> _Exercise_: The required answer is every line of the data containing the word "kept".

> _Task inputs_:
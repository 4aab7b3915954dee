package fading

import (
	"math"
	"math/rand/v2"
	"sync"
)

// gsosSource is the generator of GeneratorDefault: a sum of sinusoids with
// Gaussian amplitudes, re-drawn at regular intervals and joined by
// power-preserving cross-fades.
//
// A set of sinusoids holds, for each of the in-phase and quadrature
// branches, M sinusoids
//
//	X(k) = Σ_n A_n cos(2πν k cos α_n) + B_n sin(2πν k cos α_n)   (quadrature: sin α_n)
//	α_n  = (2πn − π + θ_n)/(4M),  θ_n ~ U[−π, π),  A_n, B_n ~ N(0, 1/(2M)),
//
// with ν = f_D / internal rate. The arrival angles are stratified over the
// quadrant as in Zheng & Xiao (IEEE Trans. Commun. 51(6), 2003), so the
// ensemble autocorrelation of each branch is exactly J0(2πνk)/2 and the
// branches are uncorrelated; the Gaussian amplitudes make every sample
// exactly complex Gaussian (Rayleigh envelope, exponential power) for any M,
// where equal amplitudes give a sum of M cosines whose deep-fade tail is
// measurably thin for M = 8–16.
//
// A set lives for gsosHop + gsosOverlap internal samples; a new independent
// set starts every gsosHop samples. Over the overlap the outgoing set is
// weighted cos(πi/(2W)) and the incoming one sin(πi/(2W)): the sets are
// independent, so the power stays exactly constant and the autocorrelation
// at lag τ is multiplied by at worst cos(πτ/(2W)) (> 0.992 at τ = 1/f_D, over a quarter of the time).
// Re-drawing makes time averages converge to ensemble averages (ergodic
// power), at the cost of a residual correlation of the power within a set
// (variance of the set power 1/(2M)).
type gsosSource struct {
	nt, m   int
	nu      float64
	hop, ov int          // samples between set starts, overlap W
	rng     []*rand.Rand // per tap
	old     []gsosSet    // per tap: the set started one hop ago
	cur     []gsosSet    // per tap: the set starting at this block
	tmp     []float64    // scratch: overlap samples of the outgoing set
	st      []float64    // scratch: oscillator states
	cosW    []float64    // cos(πi/(2W)) (crossfade: shared, read only)
	sinW    []float64    // sin(πi/(2W)) (crossfade: shared, read only)
	started bool
	raw     bool // cur holds drawRaw's draws, finish pending (skip)
}

// gsosSet is one set of sinusoids of one tap: 2M oscillators, the first M
// in-phase, the last M quadrature, y(k) = A cos(Δk) + B sin(Δk).
type gsosSet struct {
	delta, a, b, cosD, sinD, coef []float64
}

// Set lifetime in Doppler periods: a new set every gsosPeriods/ν samples,
// overlapping the previous one by a quarter of that.
const gsosPeriods = 50

func newGSOSSource(nt, m int, nu float64, seed uint64, user int) *gsosSource {
	hop := max(64, int(math.Ceil(gsosPeriods/nu)))
	ov := hop / 4
	s := &gsosSource{nt: nt, m: m, nu: nu, hop: hop, ov: ov,
		rng: make([]*rand.Rand, nt), old: make([]gsosSet, nt), cur: make([]gsosSet, nt),
		tmp: make([]float64, ov), st: make([]float64, 2*m)}
	s.cosW, s.sinW = crossfade(ov)
	for l := 0; l < nt; l++ {
		s.rng[l] = NewStream(seed, user, l, StreamTap)
		s.old[l] = newGSOSSet(m)
		s.cur[l] = newGSOSSet(m)
	}
	return s
}

// crossfade returns the cross-fade weights cos(πi/(2W)) and sin(πi/(2W)),
// i < W, computed once per W and shared (read only) by every source.
func crossfade(w int) (cos, sin []float64) {
	if v, ok := crossfades.Load(w); ok {
		cs := v.([2][]float64)
		return cs[0], cs[1]
	}
	cos, sin = make([]float64, w), make([]float64, w)
	for i := range cos {
		sin[i], cos[i] = math.Sincos(math.Pi / 2 * float64(i) / float64(w))
	}
	v, _ := crossfades.LoadOrStore(w, [2][]float64{cos, sin})
	cs := v.([2][]float64)
	return cs[0], cs[1]
}

// crossfades holds crossfade's weights by W (hop/4: 62 for every
// decimating generator, at most 83 at the sample rate: a few dozen
// entries at most).
var crossfades sync.Map

func newGSOSSet(m int) gsosSet {
	n := 2 * m
	f := make([]float64, 6*n)
	return gsosSet{delta: f[:n:n], a: f[n : 2*n : 2*n], b: f[2*n : 3*n : 3*n],
		cosD: f[3*n : 4*n : 4*n], sinD: f[4*n : 5*n : 5*n], coef: f[5*n:]}
}

// draw fills set with new independent parameters from r.
func (s *gsosSource) draw(set *gsosSet, r *rand.Rand) {
	s.drawRaw(set, r)
	s.finish(set)
}

// drawRaw takes a set's draws from r: per oscillator θ (kept in delta until
// finish), A and B.
func (s *gsosSource) drawRaw(set *gsosSet, r *rand.Rand) {
	sd := math.Sqrt(1 / (2 * float64(s.m)))
	for i := 0; i < 2*s.m; i++ {
		set.delta[i] = math.Pi * (2*r.Float64() - 1)
		set.a[i], set.b[i] = sd*r.NormFloat64(), sd*r.NormFloat64()
	}
}

// finish turns the θ of drawRaw into the oscillators' increments and
// recursion coefficients.
func (s *gsosSource) finish(set *gsosSet) {
	m := s.m
	for b := 0; b < 2; b++ {
		for n := 0; n < m; n++ {
			i := b*m + n
			alpha := (2*math.Pi*float64(n+1) - math.Pi + set.delta[i]) / float64(4*m)
			f := math.Cos(alpha)
			if b == 1 {
				f = math.Sin(alpha)
			}
			d := 2 * math.Pi * s.nu * f
			set.delta[i] = d
			set.sinD[i], set.cosD[i] = math.Sincos(d)
			set.coef[i] = 2 * set.cosD[i]
		}
	}
}

func (s *gsosSource) blockLen() int { return s.hop }

// eval writes (first) or adds g·Σ of the branch's oscillators (offset off
// into the set: 0 in-phase, M quadrature) for set-relative samples
// k0..k0+len(dst)-1.
func (s *gsosSource) eval(set *gsosSet, off int, dst []float64, k0 int, g float64) {
	m := s.m
	a, p := s.st[:m:m], s.st[m:2*m:2*m]
	fk := float64(k0)
	for n := 0; n < m; n++ {
		i := off + n
		sn, cs := 0.0, 1.0
		if k0 != 0 {
			sn, cs = math.Sincos(set.delta[i] * fk)
		}
		// y(k0) and y(k0−1) from cos, sin of Δk0 and Δ(k0−1)
		cp, sp := cs*set.cosD[i]+sn*set.sinD[i], sn*set.cosD[i]-cs*set.sinD[i]
		a[n] = g * (set.a[i]*cs + set.b[i]*sn)
		p[n] = g * (set.a[i]*cp + set.b[i]*sp)
	}
	oscSum(dst, set.coef[off:off+m:off+m], a, p)
}

func (s *gsosSource) next(scale []float64, re, im [][]float64) {
	for l := 0; l < s.nt; l++ {
		r := s.rng[l]
		if s.raw {
			s.finish(&s.cur[l]) // drawn by skip
		}
		if !s.started {
			s.draw(&s.old[l], r)
		} else {
			s.old[l], s.cur[l] = s.cur[l], s.old[l]
		}
		s.draw(&s.cur[l], r)
		g := scale[l]
		for b, dst := range [2][]float64{re[l][:s.hop], im[l][:s.hop]} {
			off := b * s.m
			s.eval(&s.cur[l], off, dst, 0, g)
			s.eval(&s.old[l], off, s.tmp, s.hop, g)
			ov := dst[:s.ov]
			for i := range ov {
				ov[i] = s.sinW[i]*ov[i] + s.cosW[i]*s.tmp[i]
			}
		}
	}
	s.started, s.raw = true, false
}

// skip advances past n blocks as n calls of next would: the random draws
// of every set are consumed in next's order, and only the last set (the
// outgoing one of the following block) is kept, its increments computed by
// the next call of next (finish).
func (s *gsosSource) skip(n int) {
	if n <= 0 {
		return
	}
	sets := n // sets drawn by n calls of next
	if !s.started {
		sets++ // the first call also draws the outgoing set
	}
	for l := 0; l < s.nt; l++ {
		for range sets {
			s.drawRaw(&s.cur[l], s.rng[l]) // the last set's draws stay
		}
	}
	s.started, s.raw = true, true
}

> _Solution_:
// drawRaw takes a set's draws from r: per oscillator θ (kept in delta until
// outgoing one of the following block) is kept, its increments computed by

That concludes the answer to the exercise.